When (hopefully) life returns to normal, you will need to help your dog transition to that routine as well. This may be even more difficult if your lockdown or isolation has you spending a lot more time together than you are otherwise able.
Safe(er) Exercise Options
As noted above, fortunately, our dogs are still able to enjoy on-leash walks around our local neighbourhood. Advice to owners here is to treat them like a member of our bubble for isolation with the household. This means no play dates outside the bubble, walkies on leash, maintaining distance, and no pats from passers by.
Toys and Interactive Playtime
Toys aren’t part of the essentials that our pet stores are delivering during lockdown. Hopefully, your toy box is already well supplied (or you can try giving it a DIY boost). Remember to play safe, ensure toys are well-suited to your pet, in good condition, and keep them clean on a regular basis. Rotating access to toys can help make old toys more exciting again.
Getting into more interactive play with your dog is also a great way to boost the fun factor. Whether it’s playing with toys or other playful activities, having fun together helps to strengthen your relationship. Playtime is great for engaging the brain too.
Dogs need to exercise their brains as well as their bodies, and different dogs prefer different types and degrees of brain work. Continuing training with reinforcement of learned commands and fun new tricks is great for mental stimulation but so is problem-solving oriented enrichment such as scent games, treasure hunts, puzzles, etc.
In addition to mental stimulation, for an older dog, like Oli, training time can also be a good for physical well-being. Working through commands can encourage gentle stretching, movement, and muscle use. Training time “doga” senior stretches have been a part of our routine for several years now with Oli.
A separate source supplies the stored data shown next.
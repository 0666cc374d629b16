import { deflateSync } from 'node:zlib';
import sharp from 'sharp';
import { PhotoRefused, processPhoto, PHOTO_MAX_BYTES } from '@/server/storage/photo';

const plain = (width: number, height: number) =>
  sharp({ create: { width, height, channels: 3, background: { r: 120, g: 160, b: 210 } } });

/** A photo as a phone would send it: left half red, right half blue, with camera, place and rotation in EXIF. */
async function phonePhoto(orientation: number): Promise<Buffer> {
  const [red, blue] = await Promise.all(['red', 'blue'].map((background) => sharp({ create: { width: 1000, height: 1500, channels: 3, background } }).png().toBuffer()));
  return sharp({ create: { width: 2000, height: 1500, channels: 3, background: 'white' } })
    .composite([{ input: red ?? Buffer.alloc(0), left: 0, top: 0 }, { input: blue ?? Buffer.alloc(0), left: 1000, top: 0 }])
    .withExif({ IFD0: { Make: 'PhoneMaker', Copyright: 'A Student' }, IFD3: { GPSLatitude: '54/1 0/1 0/1', GPSLongitude: '7/1 0/1 0/1' } })
    .withMetadata({ orientation })
    .jpeg()
    .toBuffer();
}

async function faultOf(upload: Buffer): Promise<string> {
  try {
    await processPhoto(upload);
    return 'taken';
  } catch (error) {
    if (error instanceof PhotoRefused) return error.fault;
    throw error;
  }
}

/** A PNG that claims to be `width` × `height` and holds next to nothing: the shape of a decompression bomb. */
function bombPng(width: number, height: number): Buffer {
  const crcTable = Array.from({ length: 256 }, (_, n) => {
    let c = n;
    for (let k = 0; k < 8; k += 1) c = c & 1 ? 0xedb88320 ^ (c >>> 1) : c >>> 1;
    return c >>> 0;
  });
  const chunk = (type: string, data: Buffer): Buffer => {
    const body = Buffer.concat([Buffer.from(type, 'latin1'), data]);
    let crc = 0xffffffff;
    for (const byte of body) crc = (crcTable[(crc ^ byte) & 0xff] ?? 0) ^ (crc >>> 8);
    const frame = Buffer.alloc(8);
    frame.writeUInt32BE(data.length, 0);
    frame.writeUInt32BE((crc ^ 0xffffffff) >>> 0, 4);
    return Buffer.concat([frame.subarray(0, 4), body, frame.subarray(4)]);
  };
  const header = Buffer.alloc(13);
  header.writeUInt32BE(width, 0);
  header.writeUInt32BE(height, 4);
  header.set([1, 0, 0, 0, 0], 8);
  const rows = deflateSync(Buffer.alloc(Math.min(height, 4000) * (Math.ceil(width / 8) + 1)));
  return Buffer.concat([Buffer.from([0x89, 0x50, 0x4e, 0x47, 0x0d, 0x0a, 0x1a, 0x0a]), chunk('IHDR', header), chunk('IDAT', rows), chunk('IEND', Buffer.alloc(0))]);
}

describe('a photo', () => {
  it('comes out as WebP of at most 1600 px, with a version of at most 320 px', async () => {
    const photo = await processPhoto(await plain(4000, 3000).jpeg().toBuffer());
    expect(photo).toMatchObject({ mime: 'image/webp', large: { width: 1600, height: 1200 }, small: { width: 320, height: 240 } });
    expect((await sharp(photo.large.content).metadata()).format).toBe('webp');
    expect((await sharp(photo.small.content).metadata()).width).toBe(320);
  });

  it('is never enlarged', async () => {
    expect(await processPhoto(await plain(200, 100).png().toBuffer())).toMatchObject({ large: { width: 200, height: 100 }, small: { width: 200, height: 100 } });
  });

  it.each(['jpeg', 'png', 'webp'] as const)('may be %s', async (format) => {
    expect(await faultOf(await plain(300, 200).toFormat(format).toBuffer())).toBe('taken');
  });

  it('loses place, camera and owner', async () => {
    const upload = await phonePhoto(1);
    expect((await sharp(upload).metadata()).exif?.includes('PhoneMaker')).toBe(true);
    for (const { content } of Object.values(await processPhoto(upload)).filter((part): part is { content: Buffer; width: number; height: number } => typeof part === 'object')) {
      const metadata = await sharp(content).metadata();
      expect([metadata.exif, metadata.xmp, metadata.iptc, metadata.orientation]).toEqual([undefined, undefined, undefined, undefined]);
      expect(content.includes('PhoneMaker')).toBe(false);
      expect(content.includes('A Student')).toBe(false);
    }
  });

  it('is turned the way the camera was held', async () => {
    // EXIF orientation 6: the top of the scene is at the right of the stored picture, so red (left) ends up on top.
    const { large } = await processPhoto(await phonePhoto(6));
    expect([large.width, large.height]).toEqual([1200, 1600]);
    const { data, info } = await sharp(large.content).raw().toBuffer({ resolveWithObject: true });
    const at = (x: number, y: number): number[] => [...data.subarray((y * info.width + x) * info.channels, (y * info.width + x) * info.channels + 3)];
    expect(at(600, 100)[0]).toBeGreaterThan(200);
    expect(at(600, 1500)[2]).toBeGreaterThan(200);
  });
});

describe('a file is refused, saying why,', () => {
  it('when it is empty', async () => expect(await faultOf(Buffer.alloc(0))).toBe('empty'));
  it('when it is over 8 MB', async () => expect(await faultOf(Buffer.alloc(PHOTO_MAX_BYTES + 1))).toBe('too_large'));
  it('when it is not a picture, whatever its first bytes pretend', async () => {
    expect(await faultOf(Buffer.from('<html><script>alert(1)</script></html>'))).toBe('not_an_image');
    expect(await faultOf(Buffer.concat([Buffer.from([0xff, 0xd8, 0xff, 0xe0]), Buffer.alloc(500)]))).toBe('not_an_image');
  });
  it('when it is a picture of another kind, vector drawings with scripts among them', async () => {
    expect(await faultOf(await plain(50, 50).gif().toBuffer())).toBe('wrong_type');
    expect(await faultOf(await plain(50, 50).tiff().toBuffer())).toBe('wrong_type');
    expect(await faultOf(Buffer.from('<svg xmlns="http://www.w3.org/2000/svg" width="9" height="9"><script>1</script></svg>'))).toBe('wrong_type');
  });
  it('when it unpacks to more than 40 million pixels, before it is unpacked', async () => {
    const bomb = bombPng(40_000, 40_000);
    expect(bomb.length).toBeLessThan(200_000);
    const startedMs = performance.now();
    expect(await faultOf(bomb)).toBe('too_many_pixels');
    expect(performance.now() - startedMs).toBeLessThan(2000);
  });
  it('when it ends in the middle', async () => {
    const whole = await sharp({ create: { width: 800, height: 600, channels: 3, background: 'red', noise: { type: 'gaussian', mean: 128, sigma: 60 } } }).png().toBuffer();
    expect(await faultOf(whole.subarray(0, Math.floor(whole.length / 2)))).toBe('damaged');
  });
  it('in words that end with the next step', () => {
    expect(new PhotoRefused('wrong_type').message).toMatch(/send it again\.$/);
  });
});
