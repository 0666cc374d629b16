import { mkdtemp, readdir, rm, stat } from 'node:fs/promises';
import { tmpdir } from 'node:os';
import path from 'node:path';
import { buffer } from 'node:stream/consumers';
import { createFolderStorage } from '@/server/storage/folderStorage';
import { FileNotFound, type StoragePort } from '@/server/storage/storage.port';
import { storageKey, thumbnailKey } from '@/server/storage/storageKey';

let folder: string;
let storage: StoragePort;
const schoolId = '3f0e8a52-6b0c-4a53-9a27-2d0c1a4f6e11';

beforeEach(async () => {
  folder = await mkdtemp(path.join(tmpdir(), 'trayward-storage-'));
  storage = createFolderStorage(folder);
});
afterEach(() => rm(folder, { recursive: true, force: true }));

test('what is put comes back the same, with its type and size', async () => {
  const key = storageKey(schoolId, 'photos', 'webp');
  await storage.put(key, Buffer.from('picture'), 'image/webp');
  const file = await storage.get(key);
  expect({ mime: file.mime, sizeBytes: file.sizeBytes, content: (await buffer(file.stream)).toString() }).toEqual({ mime: 'image/webp', sizeBytes: 7, content: 'picture' });
});

test('the same key again replaces the file whole, and no draft is left', async () => {
  const key = storageKey(schoolId, 'photos', 'webp');
  await Promise.all(Array.from({ length: 20 }, (_, index) => storage.put(key, Buffer.alloc(10_000, index), 'image/webp')));
  const content = await buffer((await storage.get(key)).stream);
  expect(content).toHaveLength(10_000);
  expect(new Set(content).size).toBe(1);
  expect(await readdir(path.dirname(path.join(folder, key)))).toHaveLength(1);
});

test('other users of the machine cannot read the files', async () => {
  const key = storageKey(schoolId, 'photos', 'webp');
  await storage.put(key, Buffer.from('x'), 'image/webp');
  expect((await stat(path.join(folder, key))).mode & 0o077).toBe(0);
});

test('a missing file says so, and deleting it again is no error', async () => {
  const key = storageKey(schoolId, 'photos', 'webp');
  await storage.put(key, Buffer.from('x'), 'image/webp');
  await storage.delete(key);
  await storage.delete(key);
  await expect(storage.get(key)).rejects.toThrow(FileNotFound);
});

test.each(['../outside.webp', '/etc/passwd', 'a/../../b.webp', 'a//b.webp', 'a\\b.webp', 'A/b.webp', 'a/.hidden', '', 'a\0b.webp', `${'a'.repeat(300)}.webp`])(
  'a key that could leave the folder or surprise the file system is refused: %j', async (key) => {
    await expect(storage.put(key, Buffer.from('x'), 'image/webp')).rejects.toThrow(RangeError);
    await expect(storage.get(key)).rejects.toThrow(RangeError);
    await expect(storage.delete(key)).rejects.toThrow(RangeError);
    expect(await readdir(folder)).toEqual([]);
  });

test('a type that its key does not promise is refused, so that it is served as what it is', async () => {
  await expect(storage.put(storageKey(schoolId, 'photos', 'webp'), Buffer.from('x'), 'text/html')).rejects.toThrow(RangeError);
});

test('the small version has its own key beside the large one', () => {
  expect(thumbnailKey('s/photos/abc.webp')).toBe('s/photos/abc-small.webp');
});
He still loves it, as does Humphrey.
Being Prepared for Possible Owner Illness
I sincerely hope that all of our readers and their loved ones stay well, but emergencies are always a good reminder to double check our family plans and preparations. Ensure that you have a care plan for your pets in the event that you are unable to care for them at home.
Resources and Reference Information for Pet Owners
- CDC Daily Life & Coping | Animals
- SPCA New Zealand Pet Care COVID-19 Updates
- New Zealand Veterinary Association COVID-19 Resources
- Humane Society COVID-19 FAQ
- American Veterinary Medical Association COVID-19
Please follow the directions of your local authorities. We urge you all to stay home where possible, stay kind to one another, and support the many workers who continue to work essential jobs keeping us secure, supplied, connected, and (hopefully) well. Be safe and stay well, furfriends.